-- Data under study follows --

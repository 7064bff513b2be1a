// After `next build`: writes .next/csp.json, the hashes of the inline scripts of every static document.
import { createHash } from 'node:crypto'
import { readdirSync, readFileSync, writeFileSync } from 'node:fs'
import { join, relative } from 'node:path'

const root = join(process.cwd(), '.next', 'server', 'app')

function* documents(folder) {
  for (const entry of readdirSync(folder, { withFileTypes: true })) {
    const path = join(folder, entry.name)
    if (entry.isDirectory()) yield* documents(path)
    else if (entry.name.endsWith('.html')) yield path
  }
}

const hashes = {}
for (const file of documents(root)) {
  const html = readFileSync(file, 'utf8')
  // The framework's own last page; app/global-error.tsx takes its place as soon as scripts run.
  if (file.endsWith('_global-error.html')) continue
  if (/<[^>]+\sstyle=/.test(html.replace(/<script[\s\S]*?<\/script>/g, '')))
    throw new Error(`${relative(root, file)} has a style attribute, which the policy refuses`)
  const route = `/${relative(root, file).replace(/\.html$/, '')}`.replace(/^\/index$/, '/')
  hashes[route] = [...html.matchAll(/<script(?![^>]*\ssrc=)[^>]*>([\s\S]*?)<\/script>/g)].map(
    (match) => `'sha256-${createHash('sha256').update(match[1]).digest('base64')}'`,
  )
}
writeFileSync(join(process.cwd(), '.next', 'csp.json'), JSON.stringify(hashes, null, 1))
console.log(`policy hashes for ${Object.keys(hashes).length} static documents`)
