import type { WordItem } from '@/lib/model/code-book'
import { type WordRow, words } from './words'

const SYSTEMS: readonly WordRow[] = [
  ['signalSystem', 'Sensors, modules and network'],
  ['wireThrottleSystem', 'Electronic throttle'],
]

const CIRCUITS: readonly WordRow[] = [
  ['camSensor', 'Cam position sensor'],
  ['vehicleSpeed', 'Vehicle speed sensor'],
  ['gripSensor', 'Throttle grip or pedal sensor'],
  ['throttleActuator', 'Throttle actuator'],
  ['oxygenSensor', 'Oxygen sensor signal'],
  ['oxygenHeater', 'Oxygen sensor heater'],
  ['airTempSensor', 'Intake air temperature sensor'],
  ['network', 'Network between the modules'],
  ['security', 'Security, key recognition'],
  ['exhaustValve', 'Exhaust valve and its servo'],
]

const PARTS: readonly WordRow[] = [
  ['camSensorUnit', 'Cam position sensor'],
  ['codedKey', 'Coded key or tether'],
  ['gripUnit', 'Throttle grip or lever with sensor'],
  ['throttleBodyUnit', 'Throttle body with actuator'],
  ['speedSensorUnit', 'Vehicle speed sensor'],
  ['exhaustGasketSet', 'Exhaust gaskets and springs'],
  ['exhaustValveKit', 'Exhaust valve parts'],
  ['airTempUnit', 'Intake air temperature sensor'],
  ['oxygenUnit', 'Oxygen sensor'],
  ['shaftKey', 'Flywheel key'],
  ['topEndKit', 'Piston, rings and top gaskets'],
  ['timingChainSet', 'Cam chain or belt with tensioner'],
]

const TOOLS: readonly WordRow[] = [
  ['compressionGauge', 'Compression gauge'],
  ['leakTester', 'Cylinder leak tester with air'],
  ['strobeLight', 'Timing light'],
  ['oilCan', 'Oil can'],
]

/** Words the chapter needs beyond those of the first one. */
export const RUN_WORDS: WordItem[] = [
  ...words('system', SYSTEMS),
  ...words('circuit', CIRCUITS),
  ...words('part', PARTS),
  ...words('tool', TOOLS),
]
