// npm run dev: the database, the mail server and Next.js with reloading; no service worker.
import { join } from 'node:path'
import { database, fillDatabase, freePort, modules, root, service, settings } from './setup.mjs'

settings()
modules()
await database('farbench')
fillDatabase()
const mailPort = await freePort(Number(process.env.MAIL_PORT ?? 2525))
process.env.MAIL_PORT = String(mailPort)
process.env.MAIL_URL ??= `smtp://127.0.0.1:${mailPort}`
process.env.FILES_DIR ??= join(root, '.data', 'files')
const end = (code) => process.exit(code ?? 0)
const children = [
  service(process.execPath, ['scripts/fakes/mail.mjs'], end),
  service('node_modules/.bin/tsx', ['scripts/work.ts'], end),
  service(
    process.execPath,
    ['node_modules/next/dist/bin/next', 'dev', '-H', '127.0.0.1', '-p', process.env.PORT],
    end,
  ),
]
for (const signal of ['SIGINT', 'SIGTERM'])
  process.on(signal, () => {
    for (const child of children) child.kill(signal)
  })
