import type { CodeBookItem, FaultItem } from '@/lib/model/code-book'
import { COIL_CHECKS } from './checks-coil'
import type { FaultData } from './fault-data'
import { IGNITION_FAULTS } from './faults-ignition'
import { FEATURE_ITEMS } from './features'
import { FAILURES } from './fmi'
import { PCODES } from './pcodes'
import { SETUPS } from './setups'
import { SHARE_GROUPS, SHARE_ROWS } from './shares'
import { GUESS } from './sources'
import { SPNS } from './spn'
import { SWAPS } from './swaps'
import { SYMPTOMS } from './symptoms'
import { WORDS } from './words'

const FAULTS: FaultData[] = [...IGNITION_FAULTS]

/** The whole code book, in the order it is published. Faults get their shares from `shares.ts`. */
export const BOOK_ITEMS: CodeBookItem[] = [
  ...FEATURE_ITEMS,
  ...WORDS,
  ...SETUPS,
  ...SYMPTOMS,
  ...FAULTS.map(withShares),
  ...COIL_CHECKS,
  ...SWAPS,
  ...FAILURES,
  ...SPNS,
  ...PCODES,
]

function withShares(fault: FaultData): FaultItem {
  const row = SHARE_ROWS.find(([id]) => id === fault.id)
  const groups = Object.values(SHARE_GROUPS)
  const shares = groups.flatMap(({ symptom, gate }, column) => {
    const of100 = row?.slice(1)[column]
    return typeof of100 === 'number' && of100 > 0 ? [{ symptom, gate: copyGate(gate), of100 }] : []
  })
  return { kind: 'fault', ...fault, shares, source: GUESS }
}

function copyGate(gate: Record<string, readonly string[]>): Record<string, string[]> {
  return Object.fromEntries(Object.entries(gate).map(([name, values]) => [name, [...values]]))
}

-- Data under study concluded --

Write out exactly the lines above between the line with "for (const child" and the line with "function copyGate(gate: Record<string, readonly", inclusive, and nothing beyond them.

    for (const child of children) child.kill(signal)
  })
import type { CodeBookItem, FaultItem } from '@/lib/model/code-book'
import { COIL_CHECKS } from './checks-coil'
import type { FaultData } from './fault-data'
import { IGNITION_FAULTS } from './faults-ignition'
import { FEATURE_ITEMS } from './features'
import { FAILURES } from './fmi'
import { PCODES } from './pcodes'
import { SETUPS } from './setups'
import { SHARE_GROUPS, SHARE_ROWS } from './shares'
import { GUESS } from './sources'
import { SPNS } from './spn'
import { SWAPS } from './swaps'
import { SYMPTOMS } from './symptoms'
import { WORDS } from './words'

const FAULTS: FaultData[] = [...IGNITION_FAULTS]

/** The whole code book, in the order it is published. Faults get their shares from `shares.ts`. */
export const BOOK_ITEMS: CodeBookItem[] = [
  ...FEATURE_ITEMS,
  ...WORDS,
  ...SETUPS,
  ...SYMPTOMS,
  ...FAULTS.map(withShares),
  ...COIL_CHECKS,
  ...SWAPS,
  ...FAILURES,
  ...SPNS,
  ...PCODES,
]

function withShares(fault: FaultData): FaultItem {
  const row = SHARE_ROWS.find(([id]) => id === fault.id)
  const groups = Object.values(SHARE_GROUPS)
  const shares = groups.flatMap(({ symptom, gate }, column) => {
    const of100 = row?.slice(1)[column]
    return typeof of100 === 'number' && of100 > 0 ? [{ symptom, gate: copyGate(gate), of100 }] : []
  })
  return { kind: 'fault', ...fault, shares, source: GUESS }
}

function copyGate(gate: Record<string, readonly string[]>): Record<string, string[]> {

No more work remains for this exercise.